Would you restate, exactly as they appear, the lines from the one containing "as JSON, lets" through the end of the data below?
** Opening Given data block **
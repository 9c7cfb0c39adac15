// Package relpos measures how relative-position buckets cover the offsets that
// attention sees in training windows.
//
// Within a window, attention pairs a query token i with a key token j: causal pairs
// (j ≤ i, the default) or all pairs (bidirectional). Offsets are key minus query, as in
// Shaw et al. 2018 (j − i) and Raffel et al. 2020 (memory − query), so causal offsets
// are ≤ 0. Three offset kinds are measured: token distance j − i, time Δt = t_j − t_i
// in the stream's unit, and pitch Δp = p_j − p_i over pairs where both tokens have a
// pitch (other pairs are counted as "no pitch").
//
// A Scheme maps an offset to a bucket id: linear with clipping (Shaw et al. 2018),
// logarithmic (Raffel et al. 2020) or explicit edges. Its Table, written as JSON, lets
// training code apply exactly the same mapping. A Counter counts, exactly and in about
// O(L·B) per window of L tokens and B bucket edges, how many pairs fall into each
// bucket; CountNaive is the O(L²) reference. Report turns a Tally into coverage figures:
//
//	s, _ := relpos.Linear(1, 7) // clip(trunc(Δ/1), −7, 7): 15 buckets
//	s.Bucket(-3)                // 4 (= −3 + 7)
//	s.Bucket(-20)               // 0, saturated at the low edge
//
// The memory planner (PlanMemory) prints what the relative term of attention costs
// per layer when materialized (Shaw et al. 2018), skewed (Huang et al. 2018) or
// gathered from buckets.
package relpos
** Closing Given data block **
● Answer space
// logarithmic (Raffel et al. 2020) or explicit edges. Its Table, written as JSON, lets
// training code apply exactly the same mapping. A Counter counts, exactly and in about
// O(L·B) per window of L tokens and B bucket edges, how many pairs fall into each
// bucket; CountNaive is the O(L²) reference. Report turns a Tally into coverage figures:
//
//	s, _ := relpos.Linear(1, 7) // clip(trunc(Δ/1), −7, 7): 15 buckets
//	s.Bucket(-3)                // 4 (= −3 + 7)
//	s.Bucket(-20)               // 0, saturated at the low edge
//
// The memory planner (PlanMemory) prints what the relative term of attention costs
// per layer when materialized (Shaw et al. 2018), skewed (Huang et al. 2018) or
// gathered from buckets.
package relpos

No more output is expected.